= TASK OBJECTIVE =
Output only the lines from the start of the entries through the line holding "the status line". Each line must match the original exactly.

------

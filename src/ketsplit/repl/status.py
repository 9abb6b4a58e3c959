"""The prompt and the bottom status line.

The prompt is short (``ks⟩``) and the continuation lines show ``⋮`` under it;
the status line tells what the next result depends on: precision, entropy
unit, the declared space, how many names and parameters the session holds,
the display mode and how long the last statement took.
"""

from __future__ import annotations

from dataclasses import dataclass

from prompt_toolkit.formatted_text import FormattedText

PROMPT = "ks⟩ "


@dataclass(frozen=True)
class Status:
    digits: int
    unit: str
    space: str          # "A:2 B:3", or "" when none is declared
    names: int
    parameters: int
    mode: str           # "2-D" or "linear"
    elapsed: float | None  # seconds the last statement took

    @classmethod
    def of(cls, session, mode: str, elapsed: float | None) -> "Status":
        space = session.space
        listing = " ".join(f"{n}:{d}" for n, d in zip(space.names, space.dims)) if space else ""
        return cls(session.settings.digits, session.settings.entropy_unit, listing,
                   len(session.bindings), len(session.params), mode, elapsed)

    def pieces(self) -> list[str]:
        out = [f"{self.digits} digits", self.unit]
        if self.space:
            out.append(f"space {self.space}")
        out.append(plural(self.names, "name"))
        out.append(plural(self.parameters, "parameter"))
        out.append(self.mode)
        if self.elapsed is not None:
            out.append(f"last {seconds(self.elapsed)}")
        return out


def plural(count: int, word: str) -> str:
    return f"{count} {word}" + ("" if count == 1 else "s")


def seconds(value: float) -> str:
    return f"{value * 1000:.0f} ms" if value < 1 else f"{value:.1f} s"


KEYS = (("F2", "2-D/linear"), ("F3", "whole"), ("^D", "leave"))


def toolbar(status: Status) -> FormattedText:
    parts: list[tuple[str, str]] = [("class:bottom-toolbar", " " + " · ".join(status.pieces()) + "  ")]
    for key, what in KEYS:
        parts += [("class:bottom-toolbar.key", key), ("class:bottom-toolbar", f" {what} ")]
    return FormattedText(parts)


def prompt() -> FormattedText:
    return FormattedText([("class:prompt", PROMPT)])


def continuation(width: int, line_number: int, wrap_count: int) -> FormattedText:
    return FormattedText([("class:continuation", "⋮".rjust(max(1, width - 1)) + " ")])
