"""Keys typed while a statement computes: kept for the next prompt, not echoed over the output.

The terminal echoes keys itself while no prompt is reading them, so a key
pressed during a long computation (an arrow, F2) would print its escape
sequence in the middle of the spinner or the result.  With echo off the keys
still wait in the terminal's buffer and reach the next prompt; Ctrl-C still
sends SIGINT, since signals are a separate terminal flag.
"""

from __future__ import annotations

import contextlib
import io
from typing import Iterator, TextIO

try:
    import termios
except ImportError:  # not a POSIX system: nothing to switch
    termios = None


@contextlib.contextmanager
def no_echo(keyboard: TextIO | None) -> Iterator[None]:
    """Turn the terminal's echo off for the block, if ``keyboard`` is a terminal."""
    fd = terminal_fd(keyboard)
    if fd is None:
        yield
        return
    saved = termios.tcgetattr(fd)
    quiet = list(saved)
    quiet[3] &= ~termios.ECHO
    termios.tcsetattr(fd, termios.TCSANOW, quiet)
    try:
        yield
    finally:
        termios.tcsetattr(fd, termios.TCSANOW, saved)


def terminal_fd(keyboard: TextIO | None) -> int | None:
    if termios is None or keyboard is None:
        return None
    try:
        fd = keyboard.fileno()
        termios.tcgetattr(fd)
    except (io.UnsupportedOperation, OSError, termios.error):
        return None
    return fd
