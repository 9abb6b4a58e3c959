"""Key bindings of the shell.

Enter runs the input unless it must go on (open bracket, trailing operator:
see :mod:`.continuation`), in which case it starts a new line.  Alt-Enter
runs it as it stands.  F2 switches between 2-D and linear output, F3 shows
the last folded output whole.  Ctrl-C at the prompt drops the input and
Ctrl-D on an empty line leaves (prompt_toolkit's defaults); Ctrl-R searches
the history backwards.
"""

from __future__ import annotations

from typing import Callable

from prompt_toolkit.application import run_in_terminal
from prompt_toolkit.filters import is_searching
from prompt_toolkit.key_binding import KeyBindings, KeyPressEvent

from .continuation import incomplete


def shell_bindings(toggle_pretty: Callable[[], None], show_whole: Callable[[], None]) -> KeyBindings:
    bindings = KeyBindings()

    @bindings.add("enter", filter=~is_searching)  # while searching, Enter ends the search
    def _enter(event: KeyPressEvent) -> None:
        buffer = event.current_buffer
        if buffer.complete_state is not None and buffer.complete_state.current_completion:
            buffer.apply_completion(buffer.complete_state.current_completion)
            return
        if incomplete(buffer.text):
            buffer.insert_text("\n")
            return
        buffer.validate_and_handle()

    @bindings.add("escape", "enter", filter=~is_searching)
    def _run_as_is(event: KeyPressEvent) -> None:
        event.current_buffer.validate_and_handle()

    @bindings.add("f2")
    def _toggle(event: KeyPressEvent) -> None:
        toggle_pretty()
        event.app.invalidate()

    @bindings.add("f3")
    def _whole(event: KeyPressEvent) -> None:
        run_in_terminal(show_whole)

    return bindings
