"""Tab completion from what the session knows.

First word of a statement: commands, declaration words, the shell's own
directives and bound names.  After ``help``: topics.  After ``save`` or
``open``: file names (directories and worksheets).  Elsewhere: bound names,
declared parameters, figure names, functions, constants and ``with``.  Nothing is offered inside a ket.
"""

from __future__ import annotations

import os
import re
from typing import Iterable, Iterator

from prompt_toolkit.completion import CompleteEvent, Completer, Completion, PathCompleter
from prompt_toolkit.document import Document

from ..figures import NAMES as FIGURE_NAMES
from ..language.build import CONSTANTS, KET_FUNCTIONS, SCALAR_FUNCTIONS, KetValue
from ..sheets.format import EXTENSION
from ..states import State

DIRECTIVES = {"more": "show the last folded output whole",
              "display": "display pretty|linear: 2-D or linear output"}
DISPLAY_MODES = (("pretty", "2-D Unicode math"), ("linear", "one-line text"))
FILE_COMMANDS = ("save", "open")
OPEN_KET = re.compile(r"(?<![\w,])\|[0-9A-Za-z_+\-, ]*$")
FIRST = re.compile(r"^\s*([A-Za-z_]\w*)(\s+)?")
WORD = re.compile(r"[A-Za-z_]\w*$")


def current_statement(text: str) -> str:
    """The statement the cursor is in: what follows the last ';'."""
    return text[text.rfind(";") + 1:]


class ShellCompleter(Completer):
    def __init__(self, session, topics: Iterable[str] = ()) -> None:
        self.session = session
        self.topics = tuple(topics)
        self.paths = PathCompleter(expanduser=True, file_filter=self._worksheet_or_folder)

    def get_completions(self, document: Document, event: CompleteEvent) -> Iterator[Completion]:
        statement = current_statement(document.text_before_cursor)
        if OPEN_KET.search(statement):
            return
        first = FIRST.match(statement)
        if first is None or first.group(2) is None:
            yield from self._matching(statement, self.first_words())
            return
        word = first.group(1)
        if word in FILE_COMMANDS:
            yield from self.paths.get_completions(Document(statement[first.end():]), event)
        elif word == "help":
            yield from self._matching(statement, self.help_topics())
        elif word == "display":
            yield from self._matching(statement, DISPLAY_MODES)
        else:
            yield from self._matching(statement, self.inner_words())

    @staticmethod
    def _matching(statement: str, candidates: Iterable[tuple[str, str]]) -> Iterator[Completion]:
        found = WORD.search(statement)
        stem = found.group() if found else ""
        seen = set()
        for name, meta in candidates:
            if name.startswith(stem) and name not in seen:
                seen.add(name)
                yield Completion(name, -len(stem), display_meta=meta)

    # -- the candidates ------------------------------------------------
    def first_words(self) -> list[tuple[str, str]]:
        from ..commands import COMMANDS, declarations
        words = [(name, "command") for name in sorted(COMMANDS)]
        words += [(name, "declaration") for name in sorted(declarations.STATEMENTS)]
        words += sorted(DIRECTIVES.items())
        return words + self.bound()

    def help_topics(self) -> list[tuple[str, str]]:
        from ..commands import COMMANDS
        return [(name, "command") for name in sorted(COMMANDS)] + [(t, "topic") for t in self.topics]

    def inner_words(self) -> list[tuple[str, str]]:
        words = self.bound() + [(p.name, f"{p.kind} parameter") for p in self.session.params.values()]
        words += [(name, "figure") for name in FIGURE_NAMES]
        words += [(name, "function") for name in sorted(SCALAR_FUNCTIONS)]
        words += [(name, "ket function") for name in sorted(KET_FUNCTIONS)]
        words += [(name, "constant") for name in sorted(CONSTANTS)]
        return words + [("with", "at a parameter point: with t=pi/6")]

    def bound(self) -> list[tuple[str, str]]:
        return [(name, describe(value)) for name, value in sorted(self.session.bindings.items())]

    @staticmethod
    def _worksheet_or_folder(path: str) -> bool:
        return os.path.isdir(path) or path.endswith(EXTENSION)


def describe(value: object) -> str:
    if isinstance(value, State):
        return "state of " + "×".join(str(d) for d in value.dims)
    if isinstance(value, KetValue):
        return "ket"
    return "value"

------

= WRITTEN ANSWER =
filename src/ketsplit/repl/status.py
repository 9abb6b4a58e3c959
"""The prompt and the bottom status line.

The prompt is short (``ks⟩``) and the continuation lines show ``⋮`` under it;
the status line tells what the next result depends on: precision, entropy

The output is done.